Define the odd function f (x) of domain R, when x ∈ (－∞, 0), f (x) + XF '(x)

Define the odd function f (x) of domain R, when x ∈ (－∞, 0), f (x) + XF '(x)

Answer:
F (x) is an odd function, f (- x) = - f (x)
G (x) = XF (x), the definition field is the same as f (x), both of which are real number ranges R, symmetrical about the origin
g(-x)=(-x)f(-x)=-x*[-f(x)]=xf(x)=g(x)
So: G (x) is an even function
g'(x)=f(x)+xf'(x)

For the odd function f (x) whose domain is r, f (x) · f (- x) = 0 is always true?

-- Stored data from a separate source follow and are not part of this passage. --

import { afterAll, beforeAll, describe, expect, it } from 'vitest';
import {
  availableActionsResponseSchema,
  findingSchema,
  signatureListSchema,
  worksheetSchema,
} from '@biasproof/shared';
import { createTestApp } from '../../test-support/test-app.ts';
import { systemRows, TEST_PASSWORD } from '../../test-support/fixtures.ts';
import { orgSnapshot } from '../../test-support/org-routes.ts';
import {
  auditEvents,
  createTeam,
  expectShape,
  newProject,
  newWorksheet,
  storedWorksheet,
  type Team,
} from '../../test-support/team.ts';
import { dividerDraft, dividerWithR2 } from '../../worksheets/__tests__/worksheet-drafts.ts';

describe('review: the whole path from submission to signature', () => {
  const t = createTestApp();
  let team: Team;
  let projectId: string;
  beforeAll(async () => {
    team = await createTeam(t);
    projectId = (await newProject(team.as.ann)).id;
  });
  afterAll(() => t.close());

  it('when the author submits, the checker returns with a major finding, the author answers and revises, the checker closes and accepts, and the approver signs, then every step is stored and audited', async () => {
    const { ann, kim, abe, max } = team.as;
    const ws = await newWorksheet(ann, projectId, dividerDraft());
    const assigned = await ann.patch(`/worksheets/${ws.id}`, {
      version: 1,
      checkerId: team.people.kim!.id,
      approverId: team.people.abe!.id,
    });
    expect(assigned.status).toBe(200);
    const step = (api: typeof ann, body: object) =>
      api.post(`/worksheets/${ws.id}/transitions`, body);

    // 1. The author submits: revision A is recomputed, frozen and in check.
    const submitted = await step(ann, { action: 'submit', version: 2 });
    expect(submitted.status, JSON.stringify(submitted.body)).toBe(200);
    expectShape(worksheetSchema, submitted.body);
    expect(submitted.body).toMatchObject({ state: 'in_check', version: 3, revision: 'A' });
    expect(submitted.body.currentRevision.frozen).toBe(true);
    const hashA = submitted.body.currentRevision.contentHash as string;
    expect((await storedWorksheet(t, ws.id)).revisions).toMatchObject([
      { letter: 'A', frozen: true, content_hash: hashA },
    ]);

    // 2. The checker pins a major finding on a number and returns the worksheet.
    const raised = await kim.post(`/worksheets/${ws.id}/findings`, {
      path: 'nodes.out',
      severity: 'major',
      text: 'The output sits at half the supply; the spec asks for 2.0 V.',
    });
    expect(raised.status, JSON.stringify(raised.body)).toBe(201);
    expectShape(findingSchema, raised.body);
    expect(raised.body).toMatchObject({
      revision: 'A',
      path: 'nodes.out',
      severity: 'major',
      status: 'open',
    });
    const findingId = raised.body.id as string;
    const acceptTooEarly = await step(kim, { action: 'accept', version: 3 });
    expect(acceptTooEarly.status).toBe(409);
    expect(acceptTooEarly.body.error.code).toBe('open-findings');
    const returned = await step(kim, { action: 'return', version: 3, comment: 'See the finding.' });
    expect(returned.status).toBe(200);
    expect(returned.body).toMatchObject({ state: 'returned', version: 4 });

    // 3. The author answers and edits: the edit starts revision B; A stays frozen as it was.
    const answered = await ann.post(`/findings/${findingId}/answer`, { text: 'R2 is now 660 Ω.' });
    expect(answered.status).toBe(200);
    expect(answered.body).toMatchObject({
      status: 'answered',
      replies: [{ kind: 'answer', text: 'R2 is now 660 Ω.' }],
    });
    const edited = await ann.patch(`/worksheets/${ws.id}`, {
      version: 4,
      circuit: dividerWithR2(660),
    });
    expect(edited.status, JSON.stringify(edited.body)).toBe(200);
    expect(edited.body).toMatchObject({ revision: 'B', state: 'returned', version: 5 });
    expect(edited.body.currentRevision.frozen).toBe(false);
    const afterEdit = await storedWorksheet(t, ws.id);
    expect(afterEdit.revisions.map((r) => [r.letter, r.frozen, r.content_hash === hashA])).toEqual([
      ['A', true, true],
      ['B', false, false],
    ]);
    const resubmitted = await step(ann, { action: 'submit', version: 5 });
    expect(resubmitted.body).toMatchObject({ state: 'in_check', revision: 'B', version: 6 });
    const hashB = resubmitted.body.currentRevision.contentHash as string;

    // 4. The checker closes the finding and accepts.
    const closed = await kim.post(`/findings/${findingId}/close`, { text: 'Confirmed.' });
    expect(closed.body).toMatchObject({ status: 'closed' });
    const accepted = await step(kim, { action: 'accept', version: 6 });
    expect(accepted.status).toBe(200);
    expect(accepted.body).toMatchObject({ state: 'checked', version: 7 });

    // 5. The approver signs: a wrong password first (refused, audited, nothing changes), then theirs.
    const actions = await abe.get(`/worksheets/${ws.id}/actions`);
    expectShape(availableActionsResponseSchema, actions.body);
    const verdicts = availableActionsResponseSchema.parse(actions.body).items;
    expect(verdicts.filter((a) => a.allowed).map((a) => a.action)).toEqual(['return', 'sign']);
    expect(actions.body.signatureMeanings).toEqual(['Reviewed', 'Approved for release']);
    const before = await orgSnapshot(t, team.org.id);
    const wrong = await step(abe, {
      action: 'sign',
      version: 7,
      meaning: 'Approved for release',
      password: 'not-my-password',
    });
    expect(wrong.status).toBe(403);
    expect(wrong.body.error.code).toBe('bad-password');
    const { auditHead: _h1, ...unchangedBefore } = before;
    const { auditHead: _h2, ...unchangedAfter } = await orgSnapshot(t, team.org.id);
    expect(unchangedAfter).toEqual(unchangedBefore);
    expect(await auditEvents(t, team.org.id, 'worksheet.signature-refused')).toMatchObject([
      {
        actor_user_id: team.people.abe!.id,
        target_id: ws.id,
        details: { revision: 'B', reason: 'bad-password' },
      },
    ]);

    const signed = await step(abe, {
      action: 'sign',
      version: 7,
      meaning: 'Approved for release',
      password: TEST_PASSWORD,
    });
    expect(signed.status, JSON.stringify(signed.body)).toBe(200);
    expect(signed.body).toMatchObject({ state: 'signed_off', revision: 'B', version: 8 });
    const signatures = await max.get(`/worksheets/${ws.id}/signatures`);
    expectShape(signatureListSchema, signatures.body);
    expect(signatures.body).toMatchObject({
      total: 1,
      items: [
        {
          revision: 'B',
          signer: { id: team.people.abe!.id },
          printedName: team.people.abe!.name,
          meaning: 'Approved for release',
          contentHash: hashB,
          supersededAt: null,
        },
      ],
    });
    const [stored] = await systemRows<{ signed_at: Date; content_hash: string }>(
      t,
      'SELECT signed_at, content_hash FROM signatures WHERE worksheet_id = $1',
      [ws.id],
    );
    expect(stored?.content_hash).toBe(hashB);
    expect(Math.abs(new Date(stored!.signed_at).getTime() - Date.now())).toBeLessThan(60_000);

    // One audit event per transition, with from/to state and revision letter.
    const trail = await systemRows<{ action: string; details: Record<string, unknown> }>(
      t,
      `SELECT action, details FROM audit_events WHERE org_id = $1 AND target_id = $2
          AND action LIKE 'worksheet.%' AND action NOT IN ('worksheet.created', 'worksheet.assigned', 'worksheet.updated')
        ORDER BY seq`,
      [team.org.id, ws.id],
    );
    expect(trail.map((e) => [e.action, e.details.from, e.details.to, e.details.revision])).toEqual([
      ['worksheet.submitted', 'draft', 'in_check', 'A'],
      ['worksheet.returned', 'in_check', 'returned', 'A'],
      ['worksheet.submitted', 'returned', 'in_check', 'B'],
      ['worksheet.accepted', 'in_check', 'checked', 'B'],
      ['worksheet.signature-refused', undefined, undefined, 'B'],
      ['worksheet.signed', 'checked', 'signed_off', 'B'],
    ]);
    expect(trail.at(-1)?.details).toMatchObject({
      meaning: 'Approved for release',
      contentHash: hashB,
    });
    expect((await auditEvents(t, team.org.id, 'finding.closed')).map((e) => e.target_id)).toEqual([
      findingId,
    ]);
    const verify = await max.get('/audit/verify');
    expect(verify.body).toMatchObject({ ok: true });
  });
});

Odd function f (x) with domain R
f(-x)=-f(x)
f(x)·f(-x)=0=-[f(x)]^2=0
f(x)=0
I don't know if you want this. If it's an implicit function, it's correct. If it's an explicit function, it's incorrect

For any odd function f (x) whose domain is r, the following relationship is always true? A. F (x) - f (- x) is greater than or equal to 0 B.F (x) - f (- x) light rain or equal to 0 C.F (x) times f (- x) light rain or equal to 0 D.F (x) times f (- x) is greater than or equal to 0,

C
From the odd function f (x) = - f (x)
Term a & term B, f (x) - f (- x) = 2F (x) positive and negative indeterminate
Term D, f (x) multiplied by F (- x) = - [f (x)] square

It is known that the function f (x) is an odd function with the definition field R, and is constant for any x ∈ R, f (1-x) = f (1 + x). Find the value of F (0) (1) Find the value of F (0), and prove that f (x) is a periodic function with a period of 4; (2) If f (x) = x when x ∈ (0,1], find the analytical formula of function f (x) when x ∈ [- 1,1]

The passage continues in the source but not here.